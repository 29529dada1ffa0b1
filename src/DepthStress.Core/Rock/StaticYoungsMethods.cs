using DepthStress.Core.Catalogue;
using DepthStress.Core.Logs;
using DepthStress.Core.Quantities;

namespace DepthStress.Core.Rock;

/// <summary>Catalogue entries that give static Young's modulus.</summary>
public static class StaticYoungsMethods
{
    private const string LacySource =
        "Lacy 1997, Dynamic rock mechanics testing for optimized fracture designs, SPE 38716; read in Zhang 2019, Applied Petroleum Geomechanics, p. 67, eqs 2.64-2.66, which states the unit Mpsi";

    /// <summary>The entries.</summary>
    public static IReadOnlyList<Law> All { get; } =
    [
        Lacy("lacy-1997-sandstone", "Lacy's sandstone curve", RockKinds.Sandstone, 0.0293, 0.4533, 2.2820),
        Lacy("lacy-1997-shale", "Lacy's shale curve", RockKinds.Shale, 0.0428, 0.2334, 1.6184),
        Lacy("lacy-1997-combined", "Lacy's curve for all rocks", RockKinds.Any, 0.018, 0.422, 1.9760),
        new()
        {
            Id = "horsrud-2001-shale-modulus",
            Title = "Horsrud's static modulus of shale from velocity",
            Predicts = Property.YoungsStatic,
            Unit = Units.Gigapascal,
            Rocks = RockKinds.Shale,
            Inputs = [new("Vp", Property.Vp, Units.KilometrePerSecond, Interval.NotNegative, Interval.All)],
            Coefficients = [new("a", 0.076), new("b", 3.23)],
            Template = "Es = {a} Vp^{b}",
            Formula = LawForms.Power,
            Validity = "high-porosity Tertiary shale of the North Sea, from core",
            Source = "Horsrud 2001, SPE Drilling & Completion 16(2) 68-73, SPE 56017; read in Zhang 2019, Applied Petroleum Geomechanics, p. 96, eq. 3.9",
            Standing = Standing.Confirmed,
            Example = new([3.0], 2.6419, 5, ExampleBasis.SelfComputed, "the formula at 3 km/s"),
        },
    ];

    private static Law Lacy(string id, string title, RockKinds rocks, double a, double b, double at4) => new()
    {
        Id = id,
        Title = title,
        Predicts = Property.YoungsStatic,
        Unit = Units.Mpsi,
        Rocks = rocks,
        Inputs = [new("Ed", Property.YoungsDynamic, Units.Mpsi, Interval.NotNegative, Interval.All)],
        Coefficients = [new("a", a), new("b", b)],
        Template = "Es = {a} Ed^2 + {b} Ed",
        Formula = LawForms.Quadratic,
        Validity = "about 600 cores, Gulf of Mexico; both moduli in Mpsi",
        Source = LacySource,
        Standing = Standing.Confirmed,
        Example = new([4], at4, 5, ExampleBasis.SelfComputed, "the formula at 4 Mpsi"),
    };
}
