using System.Diagnostics.CodeAnalysis;

namespace DepthStress.Core.Depth;

/// <summary>
/// The path of the hole: vertical from the datum (measured depth 0) to the first survey station, circular arcs between
/// stations (minimum curvature), straight on beyond the last. Source: Taylor &amp; Mason 1972; Sawaryn &amp; Thorogood 2005,
/// SPE Drilling &amp; Completion 20:24-36. All in m and rad.
/// </summary>
public sealed class Trajectory
{
    /// <summary>A last heading whose cosine is not above this counts as not getting deeper.</summary>
    private const double Level = 1e-9;

    private readonly TrajectoryPoint[] _stations;
    private readonly SurveyArc[] _arcs;
    private readonly double[] _md;

    private Trajectory(TrajectoryPoint[] stations, SurveyArc[] arcs)
    {
        (_stations, _arcs) = (stations, arcs);
        _md = Array.ConvertAll(stations, s => s.MeasuredDepth);
    }

    /// <summary>A vertical hole: true vertical depth is measured depth, nowhere extrapolated.</summary>
    public static Trajectory Vertical { get; } = new([], []);

    /// <summary>Measured depth of the last survey station, m; positive infinity for a vertical hole without survey.</summary>
    public double LastStation => _md.Length == 0 ? double.PositiveInfinity : _md[^1];

    /// <summary>
    /// Builds the path, or says everything that is wrong with the stations: values that are not finite, inclination outside
    /// 0 to 180 deg, measured depth that does not grow, a first one above the datum, a turn of 180 deg, no station at all.
    /// </summary>
    /// <param name="stations">The survey from top to bottom; azimuth may be any angle.</param>
    /// <param name="trajectory">The path, null when there is a problem.</param>
    /// <param name="problems">Gets what is wrong, by index of the station from 0.</param>
    /// <param name="notes">Gets what the reader should know although the path stands, likewise.</param>
    public static bool TryCreate(
        ReadOnlySpan<SurveyStation> stations,
        [NotNullWhen(true)] out Trajectory? trajectory,
        List<(int Station, string Problem)> problems,
        List<(int Station, string Note)> notes)
    {
        ArgumentNullException.ThrowIfNull(problems);
        ArgumentNullException.ThrowIfNull(notes);
        trajectory = null;
        var before = problems.Count;
        SurveyCheck.Problems(stations, problems);
        if (problems.Count > before) return false;
        SurveyCheck.Notes(stations, notes);
        var (points, arcs) = SurveyPath.Join(stations);
        trajectory = new(points, arcs);
        return true;
    }

    /// <summary>The point at a measured depth, m. A depth that is not finite gives a point that is NaN throughout.</summary>
    public TrajectoryPoint At(double md)
    {
        if (!double.IsFinite(md)) return new(double.NaN, double.NaN, double.NaN, double.NaN, double.NaN, double.NaN, false);
        var i = StationAbove(md);
        if (i < 0) return new(md, md, 0, 0, 0, 0, false);
        var station = _stations[i];
        var along = md - station.MeasuredDepth;
        if (along == 0) return station;
        var heading = _arcs[i].HeadingAt(along);
        var moved = _arcs[i].Displacement(along, heading);
        return new(
            md, station.TrueVerticalDepth + moved.Down, station.North + moved.North, station.East + moved.East,
            heading.Inclination, heading.Azimuth, i == _stations.Length - 1);
    }

    /// <summary>
    /// True vertical depth and inclination at many measured depths, equal to those of <see cref="At"/>. NaN in gives NaN out.
    /// One pass over samples and stations when the depths grow; right in any order.
    /// </summary>
    /// <param name="md">Measured depths, m.</param>
    /// <param name="tvd">Gets the true vertical depths, m.</param>
    /// <param name="inclination">Gets the inclinations, rad.</param>
    /// <exception cref="ArgumentException">The lengths differ.</exception>
    public void Fill(ReadOnlySpan<double> md, Span<double> tvd, Span<double> inclination)
    {
        if (tvd.Length != md.Length) throw new ArgumentException("its length differs from that of md", nameof(tvd));
        if (inclination.Length != md.Length) throw new ArgumentException("its length differs from that of md", nameof(inclination));
        var i = -1;
        for (var k = 0; k < md.Length; k++)
        {
            var depth = md[k];
            if (i >= 0 && depth < _md[i]) i = StationAbove(depth);
            while (i + 1 < _md.Length && _md[i + 1] <= depth) i++;
            (tvd[k], inclination[k]) = Near(i, depth);
        }
    }

    /// <summary>
    /// The first measured depth, m, at which the hole reaches a true vertical depth, m; NaN when it never does. Beyond the
    /// last station the hole goes straight on; a level or climbing one gets no deeper.
    /// </summary>
    public double MeasuredDepthAt(double tvd)
    {
        if (!double.IsFinite(tvd)) return double.NaN;
        if (_stations.Length == 0 || tvd <= _stations[0].TrueVerticalDepth) return tvd;
        for (var i = 0; i + 1 < _stations.Length; i++)
        {
            var along = _arcs[i].AlongAtDepth(tvd - _stations[i].TrueVerticalDepth);
            if (double.IsFinite(along)) return _md[i] + along;
            if (tvd <= _stations[i + 1].TrueVerticalDepth) return _md[i + 1];
        }

        var down = _arcs[^1].Start.Down;
        return down > Level ? _md[^1] + ((tvd - _stations[^1].TrueVerticalDepth) / down) : double.NaN;
    }

    private (double Tvd, double Inclination) Near(int station, double md)
    {
        if (!double.IsFinite(md)) return (double.NaN, double.NaN);
        if (station < 0) return (md, 0);
        var along = md - _md[station];
        if (along == 0) return (_stations[station].TrueVerticalDepth, _stations[station].Inclination);
        var heading = _arcs[station].HeadingAt(along);
        return (_stations[station].TrueVerticalDepth + _arcs[station].Displacement(along, heading).Down, heading.Inclination);
    }

    /// <summary>Index of the last station at or above a measured depth; -1 above the first.</summary>
    private int StationAbove(double md)
    {
        var i = Array.BinarySearch(_md, md);
        return i >= 0 ? i : ~i - 1;
    }
}
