using DepthStress.Core.Catalogue;
using DepthStress.Core.Logs;
using DepthStress.Core.Quantities;

namespace DepthStress.Core.Rock;

/// <summary>Puts together catalogue entries that give Biot's coefficient.</summary>
internal static class BiotEntry
{
    /// <summary>A modulus of the grains, GPa.</summary>
    public static LawInput Mineral(string symbol, Property property) =>
        new(symbol, property, Units.Gigapascal, new(double.Epsilon, double.PositiveInfinity), Interval.All);

    /// <summary>Puts an entry together.</summary>
    public static Law Of(
        string id, string title, RockKinds rocks, LawInput[] inputs, string template, LawFormula formula, double[] c, string validity, string source, Standing standing, WorkedExample example) => new()
        {
            Id = id,
            Title = title,
            Predicts = Property.Biot,
            Unit = Units.One,
            Rocks = rocks,
            Inputs = inputs,
            Coefficients = Coefficient.Named(c),
            Template = "alpha = " + template,
            Formula = formula,
            ResultDomain = new(0, 1),
            Validity = validity,
            Source = source,
            Standing = standing,
            Example = example,
        };
}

**Problem details:**
Write out each line above containing "TrajectoryPoint".

**Solved problem:**
    private readonly TrajectoryPoint[] _stations;
    private Trajectory(TrajectoryPoint[] stations, SurveyArc[] arcs)
    public TrajectoryPoint At(double md)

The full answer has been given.